Supplied information:
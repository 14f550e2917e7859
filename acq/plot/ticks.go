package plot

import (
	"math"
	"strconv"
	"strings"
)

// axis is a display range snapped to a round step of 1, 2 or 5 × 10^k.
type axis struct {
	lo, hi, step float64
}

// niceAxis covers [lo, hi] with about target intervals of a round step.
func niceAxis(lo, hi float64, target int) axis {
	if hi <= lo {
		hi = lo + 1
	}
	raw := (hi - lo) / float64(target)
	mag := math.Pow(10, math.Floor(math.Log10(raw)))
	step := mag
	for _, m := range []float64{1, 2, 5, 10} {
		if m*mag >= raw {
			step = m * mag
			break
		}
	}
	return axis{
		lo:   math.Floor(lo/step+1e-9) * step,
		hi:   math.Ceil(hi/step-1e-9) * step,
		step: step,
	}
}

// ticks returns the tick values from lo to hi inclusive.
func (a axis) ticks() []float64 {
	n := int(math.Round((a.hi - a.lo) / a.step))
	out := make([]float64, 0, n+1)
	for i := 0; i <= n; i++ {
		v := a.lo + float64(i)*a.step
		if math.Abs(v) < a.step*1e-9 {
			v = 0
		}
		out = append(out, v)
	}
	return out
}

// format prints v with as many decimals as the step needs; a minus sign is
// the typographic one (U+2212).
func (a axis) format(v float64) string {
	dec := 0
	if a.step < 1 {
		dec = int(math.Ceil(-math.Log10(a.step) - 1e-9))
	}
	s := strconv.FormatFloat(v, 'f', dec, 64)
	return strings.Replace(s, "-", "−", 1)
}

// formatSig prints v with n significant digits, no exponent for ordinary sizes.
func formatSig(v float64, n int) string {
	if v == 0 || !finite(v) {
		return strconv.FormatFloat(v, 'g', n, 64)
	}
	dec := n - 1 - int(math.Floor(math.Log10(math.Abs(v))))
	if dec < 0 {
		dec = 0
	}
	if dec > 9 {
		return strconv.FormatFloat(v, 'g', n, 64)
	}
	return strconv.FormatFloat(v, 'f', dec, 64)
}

* * *

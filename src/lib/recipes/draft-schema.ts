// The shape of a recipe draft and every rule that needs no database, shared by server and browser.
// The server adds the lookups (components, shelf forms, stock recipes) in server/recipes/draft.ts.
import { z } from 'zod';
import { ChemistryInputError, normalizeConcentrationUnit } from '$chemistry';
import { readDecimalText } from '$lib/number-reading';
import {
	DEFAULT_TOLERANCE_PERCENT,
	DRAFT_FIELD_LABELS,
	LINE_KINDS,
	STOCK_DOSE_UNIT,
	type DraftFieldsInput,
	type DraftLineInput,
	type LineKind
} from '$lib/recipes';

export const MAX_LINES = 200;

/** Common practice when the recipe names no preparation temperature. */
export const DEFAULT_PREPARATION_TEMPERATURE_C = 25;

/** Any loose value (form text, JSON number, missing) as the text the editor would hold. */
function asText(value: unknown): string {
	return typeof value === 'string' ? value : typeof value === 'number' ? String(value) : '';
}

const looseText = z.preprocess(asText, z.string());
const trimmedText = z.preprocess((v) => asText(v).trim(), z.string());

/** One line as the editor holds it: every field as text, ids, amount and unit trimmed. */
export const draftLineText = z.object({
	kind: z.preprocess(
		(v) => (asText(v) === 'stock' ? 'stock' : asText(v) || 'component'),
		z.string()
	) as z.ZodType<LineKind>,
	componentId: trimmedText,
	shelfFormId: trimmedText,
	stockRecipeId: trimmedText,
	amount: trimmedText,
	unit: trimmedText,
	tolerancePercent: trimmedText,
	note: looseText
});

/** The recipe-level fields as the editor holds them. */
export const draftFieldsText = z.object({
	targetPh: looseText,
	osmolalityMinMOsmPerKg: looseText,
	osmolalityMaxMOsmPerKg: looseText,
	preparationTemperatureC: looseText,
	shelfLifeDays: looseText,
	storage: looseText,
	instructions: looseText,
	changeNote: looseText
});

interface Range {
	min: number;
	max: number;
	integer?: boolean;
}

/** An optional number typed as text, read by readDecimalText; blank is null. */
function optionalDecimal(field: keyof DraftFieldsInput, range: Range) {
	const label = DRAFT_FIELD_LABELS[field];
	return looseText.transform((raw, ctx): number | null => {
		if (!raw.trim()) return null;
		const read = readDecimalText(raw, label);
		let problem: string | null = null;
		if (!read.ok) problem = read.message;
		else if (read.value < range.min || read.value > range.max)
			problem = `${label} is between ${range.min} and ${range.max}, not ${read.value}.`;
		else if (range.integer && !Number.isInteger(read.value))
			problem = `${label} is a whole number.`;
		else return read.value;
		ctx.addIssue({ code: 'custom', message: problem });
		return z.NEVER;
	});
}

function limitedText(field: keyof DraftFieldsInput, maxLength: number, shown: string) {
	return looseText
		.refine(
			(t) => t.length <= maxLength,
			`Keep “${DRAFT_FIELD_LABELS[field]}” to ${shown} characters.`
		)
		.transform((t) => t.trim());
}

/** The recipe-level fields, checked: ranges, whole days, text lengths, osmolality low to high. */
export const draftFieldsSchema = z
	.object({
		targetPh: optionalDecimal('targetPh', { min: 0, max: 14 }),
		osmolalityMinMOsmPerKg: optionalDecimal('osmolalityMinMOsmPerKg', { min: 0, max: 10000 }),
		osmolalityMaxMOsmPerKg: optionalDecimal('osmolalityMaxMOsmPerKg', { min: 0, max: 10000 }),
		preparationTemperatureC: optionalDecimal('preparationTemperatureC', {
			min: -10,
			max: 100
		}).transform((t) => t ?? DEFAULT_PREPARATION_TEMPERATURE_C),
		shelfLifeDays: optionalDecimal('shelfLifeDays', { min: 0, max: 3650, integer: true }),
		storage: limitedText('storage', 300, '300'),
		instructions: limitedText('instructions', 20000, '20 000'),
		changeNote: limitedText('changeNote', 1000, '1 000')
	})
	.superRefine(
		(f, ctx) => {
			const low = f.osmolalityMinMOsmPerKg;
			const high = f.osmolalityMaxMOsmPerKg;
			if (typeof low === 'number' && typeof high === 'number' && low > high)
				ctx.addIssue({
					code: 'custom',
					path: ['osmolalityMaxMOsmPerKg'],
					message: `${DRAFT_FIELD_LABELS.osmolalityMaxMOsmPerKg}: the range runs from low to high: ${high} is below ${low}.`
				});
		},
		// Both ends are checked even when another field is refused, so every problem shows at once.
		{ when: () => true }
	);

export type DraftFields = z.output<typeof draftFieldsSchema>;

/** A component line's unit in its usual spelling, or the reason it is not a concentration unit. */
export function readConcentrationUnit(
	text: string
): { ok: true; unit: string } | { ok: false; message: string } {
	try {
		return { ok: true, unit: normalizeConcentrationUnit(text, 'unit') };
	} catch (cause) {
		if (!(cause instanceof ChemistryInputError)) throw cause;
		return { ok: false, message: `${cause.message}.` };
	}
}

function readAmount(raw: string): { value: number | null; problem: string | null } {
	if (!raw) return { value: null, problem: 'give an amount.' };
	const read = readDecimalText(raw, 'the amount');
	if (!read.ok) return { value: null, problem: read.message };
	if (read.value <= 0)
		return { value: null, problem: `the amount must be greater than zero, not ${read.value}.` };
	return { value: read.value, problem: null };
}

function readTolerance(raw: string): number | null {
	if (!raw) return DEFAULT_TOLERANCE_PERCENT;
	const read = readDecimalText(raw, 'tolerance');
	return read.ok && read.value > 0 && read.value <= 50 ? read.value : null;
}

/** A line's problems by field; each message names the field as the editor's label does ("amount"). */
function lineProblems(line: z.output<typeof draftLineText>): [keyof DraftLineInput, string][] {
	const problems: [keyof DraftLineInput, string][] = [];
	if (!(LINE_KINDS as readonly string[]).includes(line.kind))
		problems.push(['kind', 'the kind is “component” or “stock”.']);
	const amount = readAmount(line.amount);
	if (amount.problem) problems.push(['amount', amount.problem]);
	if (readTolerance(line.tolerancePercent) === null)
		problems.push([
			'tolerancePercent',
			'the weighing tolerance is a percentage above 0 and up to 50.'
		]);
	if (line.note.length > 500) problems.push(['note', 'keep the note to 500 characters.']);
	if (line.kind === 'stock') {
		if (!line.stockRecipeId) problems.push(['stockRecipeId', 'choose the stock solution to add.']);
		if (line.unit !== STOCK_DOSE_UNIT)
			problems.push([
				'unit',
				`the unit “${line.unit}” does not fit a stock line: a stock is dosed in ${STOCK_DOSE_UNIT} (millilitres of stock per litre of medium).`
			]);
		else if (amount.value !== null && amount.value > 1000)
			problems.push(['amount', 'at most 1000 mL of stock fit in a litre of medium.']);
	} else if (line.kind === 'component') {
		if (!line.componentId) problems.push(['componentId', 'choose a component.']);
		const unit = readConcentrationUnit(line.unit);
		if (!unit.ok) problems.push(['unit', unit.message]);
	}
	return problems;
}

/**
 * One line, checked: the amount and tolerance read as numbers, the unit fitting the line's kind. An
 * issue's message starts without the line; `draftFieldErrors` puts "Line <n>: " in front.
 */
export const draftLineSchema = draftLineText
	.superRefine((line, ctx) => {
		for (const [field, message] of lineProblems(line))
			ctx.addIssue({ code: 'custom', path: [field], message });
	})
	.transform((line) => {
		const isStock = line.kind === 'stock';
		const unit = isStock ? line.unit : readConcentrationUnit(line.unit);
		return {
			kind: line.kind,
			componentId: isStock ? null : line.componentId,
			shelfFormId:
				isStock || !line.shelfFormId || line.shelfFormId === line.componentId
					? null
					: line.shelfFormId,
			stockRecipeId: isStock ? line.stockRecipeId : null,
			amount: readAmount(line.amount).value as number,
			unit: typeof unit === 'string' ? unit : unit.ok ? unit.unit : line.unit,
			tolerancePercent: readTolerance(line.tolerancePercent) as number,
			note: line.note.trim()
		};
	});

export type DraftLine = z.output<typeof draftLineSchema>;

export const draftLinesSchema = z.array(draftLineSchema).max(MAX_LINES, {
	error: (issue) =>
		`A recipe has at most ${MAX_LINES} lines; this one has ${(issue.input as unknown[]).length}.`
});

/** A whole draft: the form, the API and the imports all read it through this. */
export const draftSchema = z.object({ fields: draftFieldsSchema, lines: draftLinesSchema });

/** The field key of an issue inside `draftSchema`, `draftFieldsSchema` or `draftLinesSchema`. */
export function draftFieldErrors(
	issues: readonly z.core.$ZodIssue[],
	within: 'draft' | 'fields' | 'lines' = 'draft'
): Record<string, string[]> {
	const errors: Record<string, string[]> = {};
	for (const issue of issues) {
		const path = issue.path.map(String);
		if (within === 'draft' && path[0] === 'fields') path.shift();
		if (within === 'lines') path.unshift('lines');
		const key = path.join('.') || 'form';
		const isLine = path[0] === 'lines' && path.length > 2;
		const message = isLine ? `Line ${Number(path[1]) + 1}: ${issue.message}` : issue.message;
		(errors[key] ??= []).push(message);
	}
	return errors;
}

--

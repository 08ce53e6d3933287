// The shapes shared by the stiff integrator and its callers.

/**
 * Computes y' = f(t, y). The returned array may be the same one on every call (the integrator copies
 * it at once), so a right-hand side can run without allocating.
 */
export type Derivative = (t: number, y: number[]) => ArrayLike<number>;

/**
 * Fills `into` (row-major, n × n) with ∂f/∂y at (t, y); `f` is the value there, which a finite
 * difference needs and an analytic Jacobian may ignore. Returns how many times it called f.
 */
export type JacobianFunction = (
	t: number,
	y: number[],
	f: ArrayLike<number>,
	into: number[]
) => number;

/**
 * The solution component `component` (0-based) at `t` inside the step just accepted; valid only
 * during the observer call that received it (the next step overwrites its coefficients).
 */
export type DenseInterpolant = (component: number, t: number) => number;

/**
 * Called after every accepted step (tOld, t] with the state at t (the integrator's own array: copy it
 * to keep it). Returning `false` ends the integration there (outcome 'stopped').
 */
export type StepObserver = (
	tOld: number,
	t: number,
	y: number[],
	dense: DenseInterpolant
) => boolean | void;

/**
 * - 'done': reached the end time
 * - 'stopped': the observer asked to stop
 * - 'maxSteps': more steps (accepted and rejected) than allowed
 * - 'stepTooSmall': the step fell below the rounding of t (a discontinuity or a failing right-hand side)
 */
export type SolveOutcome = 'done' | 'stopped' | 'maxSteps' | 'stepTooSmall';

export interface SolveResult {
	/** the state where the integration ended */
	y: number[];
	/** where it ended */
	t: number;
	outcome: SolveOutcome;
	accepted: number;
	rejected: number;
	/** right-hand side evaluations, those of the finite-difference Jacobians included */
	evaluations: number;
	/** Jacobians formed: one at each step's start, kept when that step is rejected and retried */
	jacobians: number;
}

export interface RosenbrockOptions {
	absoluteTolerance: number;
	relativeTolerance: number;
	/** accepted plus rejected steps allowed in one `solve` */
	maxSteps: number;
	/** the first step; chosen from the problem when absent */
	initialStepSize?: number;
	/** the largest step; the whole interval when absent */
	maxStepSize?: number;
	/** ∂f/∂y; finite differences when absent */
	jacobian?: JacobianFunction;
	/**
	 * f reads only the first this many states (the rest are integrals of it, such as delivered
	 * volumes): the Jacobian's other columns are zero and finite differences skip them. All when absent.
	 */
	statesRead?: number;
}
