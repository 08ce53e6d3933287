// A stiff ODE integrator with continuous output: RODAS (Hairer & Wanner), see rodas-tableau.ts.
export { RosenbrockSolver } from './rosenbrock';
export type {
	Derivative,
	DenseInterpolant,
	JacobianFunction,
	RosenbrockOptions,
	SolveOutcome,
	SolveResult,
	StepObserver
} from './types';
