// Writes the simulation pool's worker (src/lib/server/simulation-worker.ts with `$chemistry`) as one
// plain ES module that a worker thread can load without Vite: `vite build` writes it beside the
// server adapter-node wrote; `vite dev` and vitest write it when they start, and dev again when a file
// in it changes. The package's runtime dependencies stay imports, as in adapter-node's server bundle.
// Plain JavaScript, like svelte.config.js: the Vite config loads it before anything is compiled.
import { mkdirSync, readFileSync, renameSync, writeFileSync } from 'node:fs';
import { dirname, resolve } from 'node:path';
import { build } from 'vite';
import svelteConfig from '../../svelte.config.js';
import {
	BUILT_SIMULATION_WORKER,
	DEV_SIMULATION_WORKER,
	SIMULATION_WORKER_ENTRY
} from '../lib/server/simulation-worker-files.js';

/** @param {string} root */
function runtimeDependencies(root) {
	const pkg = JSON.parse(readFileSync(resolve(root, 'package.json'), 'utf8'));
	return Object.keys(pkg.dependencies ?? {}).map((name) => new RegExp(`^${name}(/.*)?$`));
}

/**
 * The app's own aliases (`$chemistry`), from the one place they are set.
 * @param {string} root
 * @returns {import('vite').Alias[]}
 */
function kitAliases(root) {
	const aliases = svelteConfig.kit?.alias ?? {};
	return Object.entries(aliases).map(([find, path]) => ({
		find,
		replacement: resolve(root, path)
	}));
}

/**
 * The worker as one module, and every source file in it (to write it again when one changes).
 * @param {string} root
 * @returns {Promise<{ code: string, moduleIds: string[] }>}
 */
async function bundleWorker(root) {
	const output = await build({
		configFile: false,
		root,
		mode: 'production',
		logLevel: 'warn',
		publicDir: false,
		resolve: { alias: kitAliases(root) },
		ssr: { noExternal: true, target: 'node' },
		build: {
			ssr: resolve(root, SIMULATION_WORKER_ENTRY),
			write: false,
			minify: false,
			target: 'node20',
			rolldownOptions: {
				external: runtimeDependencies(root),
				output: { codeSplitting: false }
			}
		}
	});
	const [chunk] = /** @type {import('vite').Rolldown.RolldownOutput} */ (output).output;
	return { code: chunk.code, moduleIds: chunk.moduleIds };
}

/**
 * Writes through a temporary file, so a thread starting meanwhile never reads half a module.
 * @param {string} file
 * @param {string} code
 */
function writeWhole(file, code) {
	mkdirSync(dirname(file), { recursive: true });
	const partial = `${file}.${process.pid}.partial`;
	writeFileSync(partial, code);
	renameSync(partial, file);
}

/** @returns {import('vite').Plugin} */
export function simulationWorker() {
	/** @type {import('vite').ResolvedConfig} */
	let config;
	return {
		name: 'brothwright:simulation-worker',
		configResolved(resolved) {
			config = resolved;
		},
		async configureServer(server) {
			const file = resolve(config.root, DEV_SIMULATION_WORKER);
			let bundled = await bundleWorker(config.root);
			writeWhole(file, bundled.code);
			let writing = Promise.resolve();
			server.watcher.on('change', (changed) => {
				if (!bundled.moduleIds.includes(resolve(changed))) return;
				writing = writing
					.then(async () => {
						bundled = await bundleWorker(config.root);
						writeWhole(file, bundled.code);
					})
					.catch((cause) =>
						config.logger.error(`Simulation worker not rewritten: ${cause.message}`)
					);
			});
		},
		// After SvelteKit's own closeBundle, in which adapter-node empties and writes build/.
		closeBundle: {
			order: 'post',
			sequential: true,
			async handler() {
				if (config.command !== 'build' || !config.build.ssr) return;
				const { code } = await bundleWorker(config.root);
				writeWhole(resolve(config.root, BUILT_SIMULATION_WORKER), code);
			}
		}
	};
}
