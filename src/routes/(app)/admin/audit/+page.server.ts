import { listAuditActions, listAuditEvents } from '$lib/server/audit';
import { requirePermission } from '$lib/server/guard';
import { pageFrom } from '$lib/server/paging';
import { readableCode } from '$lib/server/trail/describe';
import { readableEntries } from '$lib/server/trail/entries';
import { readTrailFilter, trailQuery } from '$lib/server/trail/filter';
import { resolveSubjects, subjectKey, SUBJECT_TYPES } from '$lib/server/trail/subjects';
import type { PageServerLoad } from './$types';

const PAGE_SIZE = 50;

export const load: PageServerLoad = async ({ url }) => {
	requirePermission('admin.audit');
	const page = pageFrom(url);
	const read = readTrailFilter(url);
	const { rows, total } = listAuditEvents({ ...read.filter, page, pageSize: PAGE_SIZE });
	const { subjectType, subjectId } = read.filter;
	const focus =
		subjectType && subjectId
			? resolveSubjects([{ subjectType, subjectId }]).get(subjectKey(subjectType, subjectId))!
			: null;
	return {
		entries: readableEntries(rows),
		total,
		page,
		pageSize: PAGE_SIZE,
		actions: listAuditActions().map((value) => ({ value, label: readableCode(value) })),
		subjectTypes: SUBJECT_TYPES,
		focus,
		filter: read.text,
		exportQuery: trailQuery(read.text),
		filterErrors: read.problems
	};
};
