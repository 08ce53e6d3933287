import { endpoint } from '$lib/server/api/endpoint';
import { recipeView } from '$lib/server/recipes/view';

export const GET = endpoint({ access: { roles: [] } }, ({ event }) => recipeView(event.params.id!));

Assigned task: Read the data above. Pull out each line in which the string "pageSize" appears.

Response below:
	const { rows, total } = listAuditEvents({ ...read.filter, page, pageSize: PAGE_SIZE });
		pageSize: PAGE_SIZE,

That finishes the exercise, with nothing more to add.